Seul parmi ses ombres, Thierry Amsallem s’enferre dans ses contradictions: celui qui se dit «pas du tout un nostalgique» a fait du souvenir son fonds de commerce. Une activité appelée Claude Nobs Foundation, créée après la mort du patron. Son but? Perpétuer son esprit, mais aussi assurer la mise en valeur des archives au travers du projet de digitalisation de l’EPFL et de leur inscription, en juin 2013, au registre international de la Mémoire du monde de l’Unesco. «Je m’en fiche de me mettre en avant. J’ai envie de pousser encore plus loin les artistes du festival à travers l’art vidéo. C’est ce que je sais faire au mieux.»

Son prochain challenge? Voir les extraits de concerts de Montreux publiés sur YouTube atteindre le milliard de vues. Un souvenir du passé surgit: la création du premier site Web musical, celui du MJF, en 1994. «Il fallait 45 minutes pour charger 30 secondes de musique! Les gens commandaient leurs billets par e-mail, c’était une tout autre époque…»

Parfois, il lui arrive de lézarder en compagnie de Kiku et Kuki, ses bouviers bernois, loin de tout, dans son mausolée des hauts de Montreux. Il voyage aussi, un peu. «Mais beaucoup moins depuis le départ de Claude. J’ai eu trop de travail. C’est ce qui me tient encore debout.» L’essentiel? «Fuir la négativité. Je déteste les gens pas drôles, les conversations chiantes. J’aime les projets de longue durée, comme celui entamé il y a huit ans avec l’EPFL. J’aime le vin rouge qui ne sent pas le bouchon, les bons vivants.

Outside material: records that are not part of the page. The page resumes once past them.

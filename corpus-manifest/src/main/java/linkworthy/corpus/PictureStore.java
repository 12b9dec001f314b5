package linkworthy.corpus;

import java.io.IOException;
import java.io.InputStream;
import java.nio.file.Files;
import java.nio.file.InvalidPathException;
import java.nio.file.NoSuchFileException;
import java.nio.file.Path;
import java.util.Arrays;
import java.util.Optional;
import java.util.function.Function;
import linkworthy.input.BadInput;
import linkworthy.input.Unavailable;

/** Where a manifest's files are: a folder, or the class path. */
interface PictureStore {
  /**
   * The first {@code limit} bytes of a file, or nothing if there is no such file.
   *
   * @param file path below the manifest's folder, already checked by {@link ManifestEntry}
   * @throws BadInput if the path leaves the folder or is no regular file
   * @throws Unavailable if the file cannot be opened
   */
  Optional<byte[]> read(String file, int limit);

  /** The file's name for messages. */
  String describe(String file);

  /**
   * @throws BadInput if the path leaves the folder through a symbolic link
   */
  void requireInside(String file);

  /** Files in a folder. */
  record Folder(Path folder) implements PictureStore {
    @Override
    public Optional<byte[]> read(String file, int limit) {
      Optional<Path> found = find(file);
      if (found.isEmpty()) {
        return Optional.empty();
      }
      if (!Files.isRegularFile(found.get())) {
        throw new BadInput(describe(file) + " is no regular file");
      }
      try (InputStream in = Files.newInputStream(found.get())) {
        return Optional.of(in.readNBytes(limit));
      } catch (NoSuchFileException e) {
        return Optional.empty();
      } catch (IOException e) {
        throw Unavailable.cannot("read picture " + describe(file), e);
      }
    }

    @Override
    public String describe(String file) {
      return folder + "/" + file;
    }

    @Override
    public void requireInside(String file) {
      find(file);
    }

    private Optional<Path> find(String file) {
      try {
        Path real = folder.resolve(file).toRealPath();
        if (!real.startsWith(folder.toRealPath())) {
          throw new BadInput(
              "file is '"
                  + file
                  + "', a link that leaves the manifest's folder; accepted: a file below it");
        }
        return Optional.of(real);
      } catch (NoSuchFileException e) {
        return Optional.empty();
      } catch (InvalidPathException e) {
        throw new BadInput("file is '" + file + "'; this system has no such names", e);
      } catch (IOException e) {
        throw Unavailable.cannot("read picture " + describe(file), e);
      }
    }
  }

  /** Files that somebody hands over. */
  record Handed(String source, Function<String, Optional<byte[]>> files) implements PictureStore {
    @Override
    public Optional<byte[]> read(String file, int limit) {
      return files
          .apply(file)
          .map(bytes -> bytes.length <= limit ? bytes : Arrays.copyOf(bytes, limit));
    }

    @Override
    public String describe(String file) {
      return source + "/" + file;
    }

    @Override
    public void requireInside(String file) {
      // There is no folder to leave.
    }
  }

  /** Files packed beside this class. */
  record Shipped(String prefix) implements PictureStore {
    @Override
    public Optional<byte[]> read(String file, int limit) {
      try (InputStream in = Manifest.class.getResourceAsStream(prefix + file)) {
        return in == null ? Optional.empty() : Optional.of(in.readNBytes(limit));
      } catch (IOException e) {
        throw Unavailable.cannot("read picture " + describe(file), e);
      }
    }

    @Override
    public String describe(String file) {
      return "shipped corpus/" + file;
    }

    @Override
    public void requireInside(String file) {
      // A jar has no links.
    }
  }
}
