package linkworthy.corpus;

import java.net.URI;
import java.net.URISyntaxException;
import java.util.Locale;
import java.util.Optional;
import java.util.Set;

/** Which addresses pictures may be fetched from. */
final class Address {
  static final String ACCEPTED = "an address that begins with https:// and names a host";

  private static final int LONGEST = 2000;
  private static final Set<String> THIS_MACHINE = Set.of("localhost", "127.0.0.1", "[::1]");

  private Address() {}

  /** The address if it may be fetched: https, or http on this machine; no user, no fragment. */
  static Optional<URI> of(String text) {
    try {
      return text.length() > LONGEST ? Optional.empty() : of(new URI(text));
    } catch (URISyntaxException e) {
      return Optional.empty();
    }
  }

  /** As {@link #of(String)}. */
  static Optional<URI> of(URI address) {
    String host = address.getHost();
    String scheme = String.valueOf(address.getScheme()).toLowerCase(Locale.ROOT);
    boolean allowed =
        host != null
            && address.getUserInfo() == null
            && address.getFragment() == null
            && (scheme.equals("https") || (scheme.equals("http") && THIS_MACHINE.contains(host)));
    return allowed ? Optional.of(address) : Optional.empty();
  }
}
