package linkworthy.corpus;

import com.twelvemonkeys.imageio.plugins.bmp.BMPImageReaderSpi;
import com.twelvemonkeys.imageio.plugins.jpeg.JPEGImageReaderSpi;
import com.twelvemonkeys.imageio.plugins.pnm.PNMImageReaderSpi;
import com.twelvemonkeys.imageio.plugins.tiff.TIFFImageReaderSpi;
import java.io.IOException;
import java.nio.charset.StandardCharsets;
import java.util.Arrays;
import java.util.Iterator;
import java.util.Optional;
import java.util.regex.Pattern;
import javax.imageio.ImageReader;
import javax.imageio.spi.IIORegistry;
import javax.imageio.spi.ImageReaderSpi;
import linkworthy.input.Unavailable;

/**
 * The picture formats read here, each known by its first bytes and read by one reader, which is
 * looked up by the name of its class, so that what else is registered makes no difference.
 */
enum PictureFormat {
  PNG("com.sun.imageio.plugins.png.PNGImageReaderSpi", "\u0089PNG\r\n\u001a\n"),
  JPEG(JPEGImageReaderSpi.class.getName(), "\u00ff\u00d8\u00ff"),
  TIFF(TIFFImageReaderSpi.class.getName(), "II\\*\0|MM\0\\*"),
  PNM(PNMImageReaderSpi.class.getName(), "P[1-6]"),
  BMP(BMPImageReaderSpi.class.getName(), "BM");

  /** So many bytes tell the format. */
  static final int LONGEST_SIGNATURE = 8;

  private final String providerClass;
  private final Pattern signature;

  PictureFormat(String providerClass, String signature) {
    this.providerClass = providerClass;
    this.signature = Pattern.compile(signature);
  }

  /** The format whose signature the bytes begin with. */
  static Optional<PictureFormat> of(byte[] bytes) {
    String start =
        new String(
            bytes, 0, Math.min(bytes.length, LONGEST_SIGNATURE), StandardCharsets.ISO_8859_1);
    return Arrays.stream(values())
        .filter(format -> format.signature.matcher(start).lookingAt())
        .findFirst();
  }

  /**
   * A new reader.
   *
   * @throws Unavailable if this Java platform has none
   */
  ImageReader newReader() throws IOException {
    return provider().createReaderInstance(null);
  }

  private ImageReaderSpi provider() {
    synchronized (PictureFormat.class) {
      IIORegistry registry = IIORegistry.getDefaultInstance();
      Iterator<ImageReaderSpi> all = registry.getServiceProviders(ImageReaderSpi.class, false);
      while (all.hasNext()) {
        ImageReaderSpi provider = all.next();
        if (provider.getClass().getName().equals(providerClass)) {
          return provider;
        }
      }
      ImageReaderSpi made = make();
      registry.registerServiceProvider(made);
      return made;
    }
  }

  /** For programs whose class loader hides the service files from the registry. */
  private ImageReaderSpi make() {
    return switch (this) {
      case PNG -> throw new Unavailable("this Java platform has no reader for PNG");
      case JPEG -> new JPEGImageReaderSpi();
      case TIFF -> new TIFFImageReaderSpi();
      case PNM -> new PNMImageReaderSpi();
      case BMP -> new BMPImageReaderSpi();
    };
  }
}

Laisser de belles choses aux générations futures.» Tout comme Claude.

(24 heures)

Créé: 03.07.2015, 09h16

Carte d'identité

Né le 28 avril 1964, à Paris.

Cinq dates importantes

1987 Rencontre Claude Nobs, qui deviendra son partenaire, son associé et son mentor.

1992 Présentation interactive du MJF avec Quincy Jones à TED3 (California State University) devant un parterre de gourous de l’informatique, dont Bill Gates.

1994 Création du premier site Internet musical du monde.

2008 Démarrage du Montreux Jazz Digital Project avec l’EPFL.

2014 Création de la Claude Nobs Foundation à la suite de son décès.